De kracht van de molenaar is duidelijk. Malen doet hij of zij op het yang gedeelte. Daar is die heel bedreven en meesterlijk in. Door zich bezig te houden met ‘zijn of haar specialiteit’ lekker schuin en platvloers, vertelt de molenaar meer over het goddelijke gebeuren dan welke priester, dominee of bisschop dan ook. De molenaar hoeft....


 
 
slechts het spiegelbeeld te zien en af en toe de boel op zijn kop zetten...

 

om het yin en yang rad tot één te maken. Spiegelend en spelend, absoluut niet straight, voltooit de molenaar zijn/haar kant van de zaak. De molenaar weet het ontbrekende deel haarscherp aan te volen. Met de uil wordt één rad gemaakt.

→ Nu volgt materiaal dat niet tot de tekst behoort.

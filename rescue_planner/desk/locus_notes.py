"""What theory says of tracked loci, in words, under the plans as they stand."""

from __future__ import annotations

from collections.abc import Callable, Iterator

from PySide6.QtCore import Qt
from PySide6.QtGui import QShowEvent
from PySide6.QtWidgets import QVBoxLayout, QWidget

from rescue_planner.case.document import Case
from rescue_planner.desk import theme
from rescue_planner.desk.context import Desk
from rescue_planner.desk.widgets import text

Which = Callable[[Case], tuple[str, ...]]


def every_locus(case: Case) -> tuple[str, ...]:
    """Return the names of all tracked loci."""
    return tuple(locus.name for locus in case.loci)


class LocusNotes(QWidget):
    """Follows the live comparison: equilibria, fastest frequency, critical flow, each plan's m."""

    def __init__(self, desk: Desk, which: Which, *, named: bool = True) -> None:
        super().__init__()
        self._desk, self._which, self._named = desk, which, named
        self.words, self.left_out = text("", "small"), text("", "note")
        column = QVBoxLayout(self)
        column.setContentsMargins(0, theme.HALF, 0, theme.HALF)
        column.setSpacing(theme.HALF)
        for label in (self.words, self.left_out):
            label.setTextInteractionFlags(Qt.TextInteractionFlag.TextSelectableByMouse)
            column.addWidget(label)
        desk.live.updated.connect(self.refresh)
        desk.view.changed.connect(self.refresh)

    def retire(self) -> None:
        """Listen to nothing any more."""
        self._desk.live.updated.disconnect(self.refresh)
        self._desk.view.changed.disconnect(self.refresh)

    def refresh(self, _: object = None) -> None:
        """Say what holds for the case as it stands; hidden notes wait until they are shown."""
        document = self._desk.document
        if not self.isVisible() or not document.has_case or self._desk.live.comparison is None:
            return
        from rescue_planner.projection.locus_words import LEFT_OUT

        self.words.setText("\n\n".join(self._paragraphs(document.case)))
        self.left_out.setText(LEFT_OUT if self.words.text() else "")

    def showEvent(self, event: QShowEvent) -> None:
        super().showEvent(event)
        self.refresh()

    def _paragraphs(self, case: Case) -> Iterator[str]:
        from rescue_planner.projection.compare import plan_courses
        from rescue_planner.projection.locus_words import locus_sentences, plan_words

        shown = [plan.name for plan in case.plans if plan.name not in self._desk.view.hidden]
        courses = plan_courses(case, shown)
        wanted = self._which(case)
        for i, locus in enumerate(case.loci):
            if locus.name in wanted:
                name = f"{locus.name}. " if self._named else ""
                yield name + "\n".join(locus_sentences(case, i))
                yield "\n".join(plan_words(case, locus, courses))
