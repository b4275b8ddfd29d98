"""Numbers as people type and read them; no widgets."""

from __future__ import annotations

import math
import re
from decimal import Decimal
from typing import TYPE_CHECKING, Any

from rescue_planner.case.paths import Path, steps_of

if TYPE_CHECKING:
    from typing_extensions import TypeIs

    from rescue_planner.case.document import Case
    from rescue_planner.case.inputs import Input
    from rescue_planner.case.quantity import Quantity

_PLAIN = re.compile(r"[+-]?(\d+(\.\d*)?|\.\d+)([eE][+-]?\d+)?")


def read_number(text: str) -> int | float:
    """Return the number that `text` says; a decimal comma is read like a point.

    Raises
    ------
    ValueError
        With one sentence for the person who typed it.
    """
    plain = text.strip().replace("−", "-").replace("\u202f", "").replace("\u00a0", "")
    plain = plain.replace(" ", "")
    if re.fullmatch(r"[+-]?[1-9]\d{0,2}(,\d{3})+(\.\d+)?", plain):
        raise ValueError(
            f"“{text.strip()}” can be read in two ways: write it without a comma between thousands."
        )
    plain = plain.replace(",", ".") if plain.count(",") == 1 and "." not in plain else plain
    if plain.endswith("%"):
        raise ValueError("Write a share as a number between 0 and 1, such as 0.7 for 70 %.")
    if not _PLAIN.fullmatch(plain):
        raise ValueError(f"“{text.strip()}” is not a number: write digits, such as 16 or 0.42.")
    value = float(plain)
    if not math.isfinite(value):
        raise ValueError(f"“{text.strip()}” is too large a number.")
    return int(value) if value == int(value) and abs(value) < 1e15 and "." not in plain else value


def written(value: float | int) -> str:
    """Return a number in its shortest form that reads back the same."""
    if isinstance(value, float) and value.is_integer() and abs(value) < 1e15:
        value = int(value)
    return str(value) if isinstance(value, int) else repr(value)


def stepped(value: float, by: int, definition: Input | None) -> float | int:
    """Return `value` moved `by` sensible steps, held within the bounds of its definition.

    Whole numbers move by one; others in their second digit, so 0.42 by 0.01 and 16.0 by 1.
    """
    at_least = _bound(definition, "at_least", "above")
    at_most = _bound(definition, "at_most", "below")
    if definition is not None and definition.whole:
        step = Decimal(1)
    elif at_most is not None and at_most <= 1:
        step = Decimal("0.01") if not 0 < abs(value) < 0.1 else _second_digit(value)
    else:
        step = _second_digit(value)
    moved = Decimal(written(value)) + by * step
    result = float(moved)
    if at_least is not None and result < at_least:
        result = at_least
    if at_most is not None and result > at_most:
        result = at_most
    exclusive = definition is not None and (
        (definition.above is not None and result <= definition.above)
        or (definition.below is not None and result >= definition.below)
    )
    if exclusive:
        return value
    return int(result) if result.is_integer() else result


def _second_digit(value: float) -> Decimal:
    if value == 0:
        return Decimal("0.1")
    return Decimal(10) ** (math.floor(math.log10(abs(value))) - 1)


def _bound(definition: Input | None, *names: str) -> float | None:
    for name in names:
        held = None if definition is None else getattr(definition, name)
        if held is not None:
            return float(held)
    return None


def is_quantity(held: object) -> TypeIs[Quantity]:
    """Return whether a value of the case is a number with its range and origin."""
    from rescue_planner.case.quantity import Quantity

    return isinstance(held, Quantity)


def value_at(case: Case, path: str | Path) -> Any:  # noqa: ANN401 - whatever stands there
    """Return what stands at `path` of `case`, defaults included, or None where nothing does."""
    from rescue_planner.case.quantity import FrozenMap

    held: Any = case
    for step in steps_of(path):
        if isinstance(step, int) and isinstance(held, tuple):
            held = held[step] if step < len(held) else None
        elif isinstance(held, FrozenMap) and isinstance(step, str):
            held = held.get(step)
        elif isinstance(step, str):
            held = getattr(held, step, None)
        else:
            return None
        if held is None:
            return None
    return held


def range_in_words(held: Quantity) -> str:
    """Return `9 to 30` for a value with a range, else an empty text."""
    if held.spread is None:
        return ""
    return f"{written(held.spread[0])} to {written(held.spread[1])}"
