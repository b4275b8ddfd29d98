"""What all fields share: their path, their row, the sentence of a problem."""

from __future__ import annotations

from collections.abc import Sequence
from typing import TYPE_CHECKING, Any

from PySide6.QtCore import QEvent
from PySide6.QtGui import QKeyEvent, QKeySequence, QResizeEvent
from PySide6.QtWidgets import (
    QBoxLayout,
    QLabel,
    QWidget,
)

from rescue_planner.case.faults import Problem
from rescue_planner.case.paths import parse_path
from rescue_planner.desk import theme
from rescue_planner.desk.context import Desk
from rescue_planner.desk.numbers import value_at

if TYPE_CHECKING:
    from rescue_planner.case.inputs import Input
    from rescue_planner.case.quantity import Quantity

LABEL, NARROW = 27, 70  # widths in letters: of a label, and below which it stands above
WIDEST = 16_777_215


def sentence_of(problems: Sequence[Problem]) -> str:
    """Return problems as one line; each begins with a capital."""
    return " ".join(p.text[:1].upper() + p.text[1:] for p in problems)


def definition_of(path: str) -> Input | None:
    """Return the definition of the input at a written path, if it is one."""
    from rescue_planner.case.fields import definition_at

    return definition_at(parse_path(path))


def asks_to_undo(event: QEvent) -> bool:
    """Return whether a line that has the focus is asked if it wants undo or redo for itself."""
    return (
        event.type() == QEvent.Type.ShortcutOverride
        and isinstance(event, QKeyEvent)
        and (
            event.matches(QKeySequence.StandardKey.Undo)
            or event.matches(QKeySequence.StandardKey.Redo)
        )
    )


class FieldRow(QWidget):
    """A label and what it names, side by side, or one below the other where room is short."""

    def __init__(self, label: QLabel, content: QWidget) -> None:
        super().__init__()
        self._label = label
        label.setObjectName("field-label")
        label.setWordWrap(True)
        self._box = QBoxLayout(QBoxLayout.Direction.LeftToRight, self)
        self._box.setContentsMargins(0, 0, 0, 0)
        self._box.setSpacing(theme.UNIT)
        self._box.addWidget(label)
        self._box.addWidget(content, 1)

    def resizeEvent(self, event: QResizeEvent) -> None:
        super().resizeEvent(event)
        self._arrange()

    def changeEvent(self, event: QEvent) -> None:
        super().changeEvent(event)
        if event.type() in (QEvent.Type.FontChange, QEvent.Type.StyleChange):
            self._arrange()

    def _arrange(self) -> None:
        letter = self._label.fontMetrics().averageCharWidth()
        narrow = self.width() < letter * NARROW
        direction = QBoxLayout.Direction
        wanted = direction.TopToBottom if narrow else direction.LeftToRight
        if self._box.direction() != wanted:
            self._box.setDirection(wanted)
            self._box.setSpacing(0 if narrow else theme.UNIT)
        width = WIDEST if narrow else letter * LABEL
        if self._label.maximumWidth() != width:
            self._label.setMinimumWidth(0 if narrow else width)
            self._label.setMaximumWidth(width)


class Bound(QWidget):
    """What all fields share: their path, their place on the problem board, the sentence beside."""

    def __init__(self, desk: Desk, path: str, label: str | None, parent: QWidget | None) -> None:
        super().__init__(parent)
        self.desk, self.path, self.retired = desk, path, False
        self.definition = definition_of(path)
        name = self.definition.name if self.definition is not None else ""
        self.name = label or name or path.rpartition(".")[2].replace("_", " ").capitalize()
        self.problem = QLabel()
        self.problem.setObjectName("problem")
        self.problem.setWordWrap(True)
        self.problem.setVisible(False)
        desk.document.changed.connect(self.refresh)
        desk.document.replaced.connect(self.revert)

    @property
    def has_problem(self) -> bool:
        """Whether the typed text is not in the case."""
        return not self.problem.isHidden()

    def retire(self) -> None:
        """Let go of the case before the field is taken away."""
        self.desk.document.changed.disconnect(self.refresh)
        self.desk.document.replaced.disconnect(self.revert)
        self.desk.problems_shown.put(self.path, ())
        self.retired = True

    def held(self) -> Any:  # noqa: ANN401 - whatever stands at the path
        """Return what the case holds at the field's path."""
        document = self.desk.document
        return value_at(document.case, self.path) if document.has_case else None

    def refresh(self) -> None:
        """Show what the case holds; each kind of field says how."""
        raise NotImplementedError

    def revert(self) -> None:
        """Take what was typed or refused back to what the case holds."""
        self._show_problems(())
        self.refresh()

    def _describe(self, target: QWidget, label: QLabel | None = None) -> None:
        target.setAccessibleName(self._spoken_name())
        target.setAccessibleDescription(self._spoken_description())
        target.setProperty("path", self.path)
        if label is not None:
            label.setBuddy(target)

    def unit_words(self) -> str:
        """Return the unit shown beside the field."""
        own: str | None = getattr(self, "_unit", None)
        if own is not None:
            return own
        return self.definition.unit if self.definition is not None else ""

    def _spoken_name(self) -> str:
        unit = self.unit_words()
        return f"{self.name}, {unit}" if unit not in ("", "–") else self.name

    def _spoken_description(self) -> str:
        if self.definition is None:
            return self.name
        bounds = f" Bounds: {self.definition.bounds}." if self.definition.bounds else ""
        return f"{self.definition.meaning}{bounds}"

    def _commit(self, value: float | str | bool | Quantity | None) -> bool:
        from rescue_planner.case.edits import set_value

        problems = self.desk.document.try_edit(lambda case: set_value(case, self.path, value))
        self._show_problems(problems)
        return not problems

    def _show_problems(self, problems: tuple[Problem, ...]) -> None:
        self._forget_offer()
        self.problem.setText("⚠ " + sentence_of(problems) if problems else "")
        self.problem.setVisible(bool(problems))
        self.desk.problems_shown.put(self.path, problems)

    def _forget_offer(self) -> None:
        """Take away what was offered with an earlier sentence."""

    def _say_wrong(self, text: str) -> None:
        self._show_problems((Problem(self.path, text),))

Zalig kerstfeest en een gelukkig nieuwjaar!
 
Sorry, dit verhaal heeft een nogal hoog Shrek gehalte. In dat verhaal blijkt de prinses, bij de molen aangekomen, vlak bij het moeras, heel anders dan iedereen had aangenomen.
“Oehoe!”
“Oehoe”klinkt het dan aan de ‘andere kant’ van de zaak.
Die uil wachtte op de molenaar.

Zie waarneming.nl
Groetjes van de molenaar, die de (Til) Uilenspiegelkunsten en het ogerdom beheerst.

zondag 15 december 2013

WATERWERKEN EN DOOD WATER


Van het waterschap Roer en Overmaas kreeg ik een kaart, ’n waterkaart. Een uitsnede van die kaart mag niet in  mijn blog ontbreken; de molentak:



De waterwerken zijn rood gemarkeerd. De nummers verwijzen naar een lijst dat het waterschap heeft van al haar werken. Het rode rondje in het midden van de kaart (zonder nummertje!) is 'mijn' Schaloensmolen. Het groene rondje ten zuiden van de molen is een regenwaterbuffer, ‘Dorplossing’.  Dat volgens de bordjes ter plaatse, een dorpspoel die is verbreed tot waterbuffer.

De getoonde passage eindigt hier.